### What this task involves
From the line that includes "func alarmWords(a *history.Alarms)" to the last line of the data, quote each line precisely; both boundary lines belong in the answer.

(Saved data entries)
'''
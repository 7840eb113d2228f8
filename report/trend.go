package report

import (
	"fmt"
	"io"
	"strings"

	"github.com/riskaudit/riskaudit/history"
	"github.com/riskaudit/riskaudit/plots"
	"github.com/riskaudit/riskaudit/trend"
	"github.com/riskaudit/riskaudit/validate"
)

// WriteTrend renders the trend report of an audit history: the models
// the audits measured (a series each, with the model each updates and
// the dates a new model entered), each series' O/E drift against its
// control limits, the criteria drawn, a table of every audit naming its
// model, and the charts.
func WriteTrend(w io.Writer, tr *trend.Trend, source string, figures []plots.Figure) error {
	ew := &errWriter{w: w}
	r := &renderer{w: ew, figs: map[string]plots.Figure{}}
	for _, f := range figures {
		r.figs[f.Name] = f
	}
	if len(tr.Points) == 0 {
		return fmt.Errorf("a trend without audits")
	}
	r.p("# Audit trend\n\n")
	first, last := tr.Points[0].Date, tr.Points[len(tr.Points)-1].Date
	r.p("%d %s of %d %s recorded in %s, from %s to %s.\n\n", len(tr.Points), plural(len(tr.Points), "audit", "audits"),
		len(tr.Series), plural(len(tr.Series), "model", "models"), code(source), first, last)

	r.p("## Models\n\n")
	r.p("Each model is a series of its own, known by its name and the SHA-256 of its file (a model updated by recalibration or revision keeps its name but not its file, so it is a new series); no line joins the audits of two models, and a control limit or drift flag of one model never carries over to another.\n\n")
	t := table{head: []string{"model", "name", "SHA-256", "updates", "audits", "first audit", "last audit"}}
	for i, s := range tr.Series {
		t.add(fmt.Sprint(i+1), Escape(s.Model.Name), sha(s.Model.SHA256), parentText(tr, s), fmt.Sprint(len(s.Points)),
			tr.Points[s.Points[0]].Date, tr.Points[s.Points[len(s.Points)-1]].Date)
	}
	t.write(r.w)
	for i, s := range tr.Series {
		if s.Parent < 0 && s.ParentSHA != "" {
			r.p("- Model %d (%s) updates the model with SHA-256 %s, of which this trend holds no audit.\n", i+1, modelWords(s.Model), sha(s.ParentSHA))
		}
	}
	for _, c := range tr.Changes {
		s := tr.Series[c.Series]
		r.p("- **From %s: model %d** (%s) enters after model %d", tr.Points[c.Point].Date, c.Series+1, modelWords(s.Model), c.Before+1)
		switch {
		case s.Parent >= 0:
			r.p("; its provenance names model %d as the model it updates.\n", s.Parent+1)
		case s.ParentSHA != "":
			r.p("; it updates a model of which this trend holds no audit (above).\n")
		default:
			r.p("; its provenance names no model it updates, so the history cannot tell whether it replaces model %d or runs beside it.\n", c.Before+1)
		}
	}
	if hasParentOutside(tr) || len(tr.Changes) > 0 {
		r.p("\n")
	}
	if len(tr.Changes) > 0 {
		r.p("The charts mark %s with a dashed vertical line.\n\n", plural(len(tr.Changes), "this date", "each of these dates"))
	}

	r.p("## Calibration drift\n\n")
	for i, s := range tr.Series {
		who := ""
		if len(tr.Series) > 1 {
			who = fmt.Sprintf("Model %d: ", i+1)
		}
		if s.FirstOutside >= 0 {
			p := tr.Points[s.FirstOutside]
			r.p("- **%sthe audit of %s is the first whose O/E (%s) lies outside its 99.8%% control limits (%s)**: the drift in calibration is larger than chance explains at that audit's size.\n",
				who, p.Date, f3(p.Record.OE[0]), Interval(p.Limit998, "%.3f", ""))
		} else {
			every := everyAudit(len(s.Points))
			if who != "" {
				every = strings.ToLower(every[:1]) + every[1:]
			}
			r.p("- %s%s O/E lies within its 99.8%% control limits: no calibration drift beyond chance.\n", who, every)
		}
	}
	r.p("\nControl limits for O/E are funnel-type limits that widen for smaller audits: under a well-calibrated model the observed events are about Poisson with mean E, the expected events, so O/E has variance 1/E and the limits are 1 ± z/√E, z = 1.96 (95%%) and 3.09 (99.8%%) (Spiegelhalter 2005). They use the normal approximation, adequate from about 20 expected events.\n\n")

	r.alarms(tr)

	r.p("## How the charts are drawn\n\n")
	r.p("Audits are placed on a time axis by their audit dates. Audits that share a date are spread around it, %.1f%% of the axis apart, so that none hides another; the table below gives every date exactly.\n\n", 100*plots.DodgeShare)
	r.criteria(tr)

	r.p("## Audits\n\n")
	at := table{head: []string{"record", "audit date", "model", "cohort", "patients", "events", "expected", "AUC (95% CI)", "O/E (95% CI)", "99.8% limits", "slope", "CITL", "verdict"}}
	for i, p := range tr.Points {
		rec := p.Record
		flag := ""
		if p.Outside {
			flag = " **outside**"
		}
		if i == tr.Series[p.Series].FirstOutside {
			flag = " **first outside**"
		}
		at.add(fmt.Sprint(rec.ID), rec.AuditDate, modelCell(p.Series, rec.ModelSHA), Escape(rec.Cohort),
			fmt.Sprint(rec.Used), fmt.Sprint(rec.Events), num(rec.Expected, "%.1f"),
			fmt.Sprintf("%s (%s)", f3(rec.AUC[0]), interval([2]float64{rec.AUC[1], rec.AUC[2]}, "%.3f", "–", "")),
			fmt.Sprintf("%s (%s)%s", f3(rec.OE[0]), interval([2]float64{rec.OE[1], rec.OE[2]}, "%.3f", "–", ""), flag),
			interval(p.Limit998, "%.3f", "–", ""),
			f3(rec.Slope[0]), f3(rec.CITL[0]), rec.Verdict)
	}
	at.write(r.w)
	r.p("The model column gives the model's number above and the first eight hex digits of its SHA-256.\n\n")
	for _, f := range figures {
		r.figure(f.Name)
	}
	r.p("## Caution\n\n%s\n", validate.TrendCaution)
	return ew.err
}

// criteria says which acceptance criteria the charts draw, from the
// criteria each audit was recorded with.
func (r *renderer) criteria(tr *trend.Trend) {
	var seen []string
	known := map[string]bool{}
	unknown := 0
	for _, p := range tr.Points {
		if p.Record.Criteria == nil {
			unknown++
			continue
		}
		for _, c := range p.Record.Criteria {
			if !charted(c.Measure) {
				continue
			}
			s := fmt.Sprintf("%s %s (%s)", code(c.Measure), c.Bound(), c.Severity)
			if !known[s] {
				known[s] = true
				seen = append(seen, s)
			}
		}
	}
	if len(seen) > 0 {
		r.p("The charts draw, as dark (fail) or grey (review) dash-dotted lines, the acceptance criteria on AUC, O/E, slope and calibration-in-the-large that each audit was judged by, as recorded with it, over the audits judged by each: %s. A bound on an end of the 95%% interval (such as `auc_ci.lower`) is drawn on the measure's chart, where that end of each audit's bar must lie on its permitted side.\n\n", strings.Join(seen, "; "))
	} else if unknown < len(tr.Points) {
		r.p("The audits were judged by no criterion on AUC, O/E, slope or calibration-in-the-large, so no bounds are drawn.\n\n")
	}
	if unknown > 0 {
		r.p("%d of the %d audits were recorded without the criteria they were judged by (by an earlier version, whose records cannot be read for them): no bounds are drawn for those audits.\n\n", unknown, len(tr.Points))
	}
}

// charted reports whether a criterion's measure is drawn on a trend
// chart.
func charted(measure string) bool {
	base, _, _ := strings.Cut(measure, ".")
	switch base {
	case "auc", "auc_ci", "oe", "oe_ci", "slope", "slope_ci", "citl", "citl_ci":
		return true
	}
	return false
}

// modelCell is the audits table's model: its number and short hash.
func modelCell(series int, sha string) string {
	if sha == "" {
		return fmt.Sprint(series + 1)
	}
	return fmt.Sprintf("%d (%s)", series+1, trend.ShortSHA(sha))
}

// modelWords names a model in a sentence: its name and short hash.
func modelWords(m trend.Model) string {
	if m.SHA256 == "" {
		return Escape(m.Name)
	}
	return Escape(m.Name) + ", sha256 " + trend.ShortSHA(m.SHA256)
}

// sha writes a SHA-256 as code, or "none" for a column of risks.
func sha(s string) string {
	if s == "" {
		return "none (a column of risks)"
	}
	return code(s)
}

// parentText is what the models table says a model updates.
func parentText(tr *trend.Trend, s trend.Series) string {
	switch {
	case s.Parent >= 0:
		return fmt.Sprintf("model %d", s.Parent+1)
	case s.ParentSHA != "":
		return "sha256 " + trend.ShortSHA(s.ParentSHA) + " (not in this trend)"
	}
	return "—"
}

// hasParentOutside reports whether a series updates a model the trend
// does not hold.
func hasParentOutside(tr *trend.Trend) bool {
	for _, s := range tr.Series {
		if s.Parent < 0 && s.ParentSHA != "" {
			return true
		}
	}
	return false
}

// everyAudit is "The audit's" for one audit, "Every audit's" for more.
func everyAudit(n int) string {
	if n == 1 {
		return "The audit's"
	}
	return "Every audit's"
}

// alarms says, for each model, which audit's charts in date order first
// signalled, from the alarm state recorded with each audit; nothing when
// no audit charted its cohort in date order.
func (r *renderer) alarms(tr *trend.Trend) {
	charted := 0
	for _, p := range tr.Points {
		if p.Record.Alarms != nil {
			charted++
		}
	}
	if charted == 0 {
		return
	}
	r.p("## Alarms in date order\n\n")
	r.p("%d of the %d audits charted their cohort in date order (`--date-column`), and the alarm state of those charts is recorded with each: the signals of the two one-sided risk-adjusted CUSUMs and the EWMA's crossings of its limits.\n\n", charted, len(tr.Points))
	for i, s := range tr.Series {
		who := ""
		if len(tr.Series) > 1 {
			who = fmt.Sprintf("Model %d: ", i+1)
		}
		n, signalled := 0, []string{}
		for _, k := range s.Points {
			p := tr.Points[k]
			if p.Record.Alarms != nil {
				n++
			}
			if p.Alarm {
				signalled = append(signalled, fmt.Sprintf("%s (record %d)", p.Date, p.Record.ID))
			}
		}
		switch {
		case n == 0:
			r.p("- %sno audit charted in date order.\n", who)
		case s.FirstAlarm < 0:
			r.p("- %sthe charts of none of its %d %s in date order signalled.\n", who, n, plural(n, "audit", "audits"))
		default:
			p := tr.Points[s.FirstAlarm]
			r.p("- **%sthe audit of %s (record %d) is the first whose charts in date order signalled**: %s.", who, p.Date, p.Record.ID, alarmWords(p.Record.Alarms))
			if len(signalled) > 1 {
				r.p(" Audits with a signal: %s.", strings.Join(signalled, ", "))
			}
			r.p("\n")
		}
	}
	r.p("\n")
}

// alarmWords describes the signals of one audit's charts.
func alarmWords(a *history.Alarms) string {
	var parts []string
	for _, c := range a.CUSUM {
		if c.Signals == 0 {
			continue
		}
		parts = append(parts, fmt.Sprintf("the %s CUSUM signalled %d %s, first on %s, after %s patients", c.Name, c.Signals, plural(c.Signals, "time", "times"), c.First.Date, count(c.First.Patient)))
	}
	for _, e := range []struct {
		side string
		at   history.FirstAlarm
	}{{"upper", a.EWMAAbove}, {"lower", a.EWMABelow}} {
		if e.at.Patient > 0 {
			parts = append(parts, fmt.Sprintf("the EWMA crossed its %s limit on %s, after %s patients", e.side, e.at.Date, count(e.at.Patient)))
		}
	}
	return strings.Join(parts, "; ")
}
'''
### Answer to this task
func alarmWords(a *history.Alarms) string {
	var parts []string
	for _, c := range a.CUSUM {
		if c.Signals == 0 {
			continue
		}
		parts = append(parts, fmt.Sprintf("the %s CUSUM signalled %d %s, first on %s, after %s patients", c.Name, c.Signals, plural(c.Signals, "time", "times"), c.First.Date, count(c.First.Patient)))
	}
	for _, e := range []struct {
		side string
		at   history.FirstAlarm
	}{{"upper", a.EWMAAbove}, {"lower", a.EWMABelow}} {
		if e.at.Patient > 0 {
			parts = append(parts, fmt.Sprintf("the EWMA crossed its %s limit on %s, after %s patients", e.side, e.at.Date, count(e.at.Patient)))
		}
	}
	return strings.Join(parts, "; ")
}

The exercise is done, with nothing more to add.